TASK STATEMENT: Which lines of the listing below contain the word "embeds"? Return them.
================
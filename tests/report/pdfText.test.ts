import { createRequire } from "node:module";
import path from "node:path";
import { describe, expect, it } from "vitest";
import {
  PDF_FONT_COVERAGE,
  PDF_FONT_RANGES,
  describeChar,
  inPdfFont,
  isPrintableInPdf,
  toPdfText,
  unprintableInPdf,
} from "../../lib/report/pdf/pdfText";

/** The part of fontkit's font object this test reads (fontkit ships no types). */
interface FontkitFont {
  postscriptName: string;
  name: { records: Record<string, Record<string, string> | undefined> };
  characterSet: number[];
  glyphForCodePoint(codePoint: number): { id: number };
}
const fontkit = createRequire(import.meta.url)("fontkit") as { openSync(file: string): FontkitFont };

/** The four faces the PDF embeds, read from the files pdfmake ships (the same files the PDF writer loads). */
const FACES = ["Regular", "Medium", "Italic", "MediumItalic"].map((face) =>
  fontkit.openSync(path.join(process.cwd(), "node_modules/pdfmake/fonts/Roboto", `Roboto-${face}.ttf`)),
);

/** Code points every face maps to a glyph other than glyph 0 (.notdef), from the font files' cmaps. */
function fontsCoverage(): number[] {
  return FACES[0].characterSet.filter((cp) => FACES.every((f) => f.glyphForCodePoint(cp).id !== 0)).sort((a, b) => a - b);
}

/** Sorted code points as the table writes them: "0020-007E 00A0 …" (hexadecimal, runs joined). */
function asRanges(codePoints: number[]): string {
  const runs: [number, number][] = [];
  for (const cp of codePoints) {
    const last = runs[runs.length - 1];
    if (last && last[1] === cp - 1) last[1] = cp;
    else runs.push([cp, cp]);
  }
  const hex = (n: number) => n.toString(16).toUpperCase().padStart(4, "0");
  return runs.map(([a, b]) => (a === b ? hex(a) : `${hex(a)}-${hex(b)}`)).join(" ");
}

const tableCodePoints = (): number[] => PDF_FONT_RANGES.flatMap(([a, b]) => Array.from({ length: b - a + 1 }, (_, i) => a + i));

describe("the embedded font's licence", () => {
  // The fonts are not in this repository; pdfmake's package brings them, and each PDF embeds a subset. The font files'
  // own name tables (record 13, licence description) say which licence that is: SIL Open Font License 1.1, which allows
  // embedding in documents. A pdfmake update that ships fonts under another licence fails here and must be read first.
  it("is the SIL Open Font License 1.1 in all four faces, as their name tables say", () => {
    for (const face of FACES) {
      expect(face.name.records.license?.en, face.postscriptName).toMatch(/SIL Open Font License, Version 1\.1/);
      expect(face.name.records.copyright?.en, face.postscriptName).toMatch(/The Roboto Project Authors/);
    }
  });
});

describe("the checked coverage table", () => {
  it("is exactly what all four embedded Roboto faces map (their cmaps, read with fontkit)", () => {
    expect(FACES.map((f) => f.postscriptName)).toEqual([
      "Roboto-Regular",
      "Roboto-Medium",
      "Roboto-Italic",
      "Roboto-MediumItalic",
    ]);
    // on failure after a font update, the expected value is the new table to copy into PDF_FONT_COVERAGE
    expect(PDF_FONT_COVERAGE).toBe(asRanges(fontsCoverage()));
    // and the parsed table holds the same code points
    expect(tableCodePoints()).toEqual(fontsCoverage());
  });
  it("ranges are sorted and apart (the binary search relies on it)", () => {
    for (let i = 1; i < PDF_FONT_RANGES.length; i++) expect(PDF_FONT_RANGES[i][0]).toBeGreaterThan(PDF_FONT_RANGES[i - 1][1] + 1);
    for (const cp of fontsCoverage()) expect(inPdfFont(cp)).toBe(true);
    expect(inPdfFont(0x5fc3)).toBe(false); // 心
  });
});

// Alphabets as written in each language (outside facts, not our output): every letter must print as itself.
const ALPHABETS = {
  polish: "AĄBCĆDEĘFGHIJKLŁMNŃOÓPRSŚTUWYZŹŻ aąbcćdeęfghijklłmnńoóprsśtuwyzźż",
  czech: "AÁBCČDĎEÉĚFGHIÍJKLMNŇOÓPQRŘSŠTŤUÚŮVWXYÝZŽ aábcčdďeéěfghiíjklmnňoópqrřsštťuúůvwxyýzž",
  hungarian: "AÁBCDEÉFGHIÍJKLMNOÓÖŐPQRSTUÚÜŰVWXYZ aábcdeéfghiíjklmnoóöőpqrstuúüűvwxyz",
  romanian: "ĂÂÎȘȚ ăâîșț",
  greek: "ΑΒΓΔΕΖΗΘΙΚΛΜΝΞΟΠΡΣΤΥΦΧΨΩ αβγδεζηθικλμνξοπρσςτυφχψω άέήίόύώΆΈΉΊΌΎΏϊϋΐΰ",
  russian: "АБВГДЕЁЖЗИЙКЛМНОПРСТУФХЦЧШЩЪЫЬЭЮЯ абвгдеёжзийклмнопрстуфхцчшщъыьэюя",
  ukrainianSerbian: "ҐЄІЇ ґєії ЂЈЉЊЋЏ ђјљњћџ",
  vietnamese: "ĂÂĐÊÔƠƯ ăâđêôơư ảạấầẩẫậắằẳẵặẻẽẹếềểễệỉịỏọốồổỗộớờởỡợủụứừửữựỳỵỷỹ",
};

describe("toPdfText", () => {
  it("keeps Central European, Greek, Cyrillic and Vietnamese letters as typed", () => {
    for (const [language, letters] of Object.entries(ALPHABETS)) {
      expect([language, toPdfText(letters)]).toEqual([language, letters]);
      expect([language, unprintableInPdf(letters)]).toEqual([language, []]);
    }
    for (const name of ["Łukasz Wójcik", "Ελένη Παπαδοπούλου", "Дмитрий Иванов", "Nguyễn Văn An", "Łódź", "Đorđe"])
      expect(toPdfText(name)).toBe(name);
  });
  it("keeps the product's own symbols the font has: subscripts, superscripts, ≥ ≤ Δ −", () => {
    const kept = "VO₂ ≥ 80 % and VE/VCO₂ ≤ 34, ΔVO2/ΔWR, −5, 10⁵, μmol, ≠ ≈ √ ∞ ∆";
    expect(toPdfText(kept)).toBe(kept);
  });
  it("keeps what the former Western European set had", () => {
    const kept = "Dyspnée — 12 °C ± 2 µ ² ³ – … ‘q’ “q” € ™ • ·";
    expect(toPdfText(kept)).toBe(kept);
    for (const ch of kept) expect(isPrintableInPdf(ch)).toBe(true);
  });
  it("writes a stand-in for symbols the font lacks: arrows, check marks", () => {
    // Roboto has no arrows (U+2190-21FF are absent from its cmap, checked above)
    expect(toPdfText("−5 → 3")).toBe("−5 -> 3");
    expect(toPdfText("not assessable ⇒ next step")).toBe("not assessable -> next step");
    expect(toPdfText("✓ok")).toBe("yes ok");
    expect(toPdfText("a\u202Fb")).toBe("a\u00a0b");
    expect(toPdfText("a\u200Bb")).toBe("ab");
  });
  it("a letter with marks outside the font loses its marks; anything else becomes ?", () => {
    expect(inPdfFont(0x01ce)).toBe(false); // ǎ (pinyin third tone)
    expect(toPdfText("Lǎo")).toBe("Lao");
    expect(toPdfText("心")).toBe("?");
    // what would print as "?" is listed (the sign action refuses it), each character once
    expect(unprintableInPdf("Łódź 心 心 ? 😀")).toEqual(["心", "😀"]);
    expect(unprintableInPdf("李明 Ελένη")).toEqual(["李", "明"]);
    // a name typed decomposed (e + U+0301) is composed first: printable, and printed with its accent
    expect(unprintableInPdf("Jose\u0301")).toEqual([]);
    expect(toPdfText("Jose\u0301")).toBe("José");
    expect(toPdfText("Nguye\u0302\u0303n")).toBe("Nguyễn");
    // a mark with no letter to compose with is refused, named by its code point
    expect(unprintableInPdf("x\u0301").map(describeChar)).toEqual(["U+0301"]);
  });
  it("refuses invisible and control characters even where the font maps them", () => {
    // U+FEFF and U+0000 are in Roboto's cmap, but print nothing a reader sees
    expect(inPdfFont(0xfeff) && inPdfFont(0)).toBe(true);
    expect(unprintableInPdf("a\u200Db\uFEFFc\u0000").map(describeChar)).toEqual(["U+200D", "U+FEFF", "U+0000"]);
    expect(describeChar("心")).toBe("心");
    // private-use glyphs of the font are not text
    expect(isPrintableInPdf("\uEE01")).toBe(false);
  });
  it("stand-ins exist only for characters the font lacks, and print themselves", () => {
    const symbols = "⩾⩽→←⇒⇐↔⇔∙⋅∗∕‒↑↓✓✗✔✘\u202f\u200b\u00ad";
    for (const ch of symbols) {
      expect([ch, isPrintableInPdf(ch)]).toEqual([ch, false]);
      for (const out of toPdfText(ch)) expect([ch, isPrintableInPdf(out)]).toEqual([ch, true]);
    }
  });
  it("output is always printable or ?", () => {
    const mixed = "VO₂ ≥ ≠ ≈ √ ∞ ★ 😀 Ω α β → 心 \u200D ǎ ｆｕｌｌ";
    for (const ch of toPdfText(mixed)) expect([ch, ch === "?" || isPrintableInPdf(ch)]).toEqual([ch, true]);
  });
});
================
EXPECTED ANSWER:
/** The four faces the PDF embeds, read from the files pdfmake ships (the same files the PDF writer loads). */
  // The fonts are not in this repository; pdfmake's package brings them, and each PDF embeds a subset. The font files'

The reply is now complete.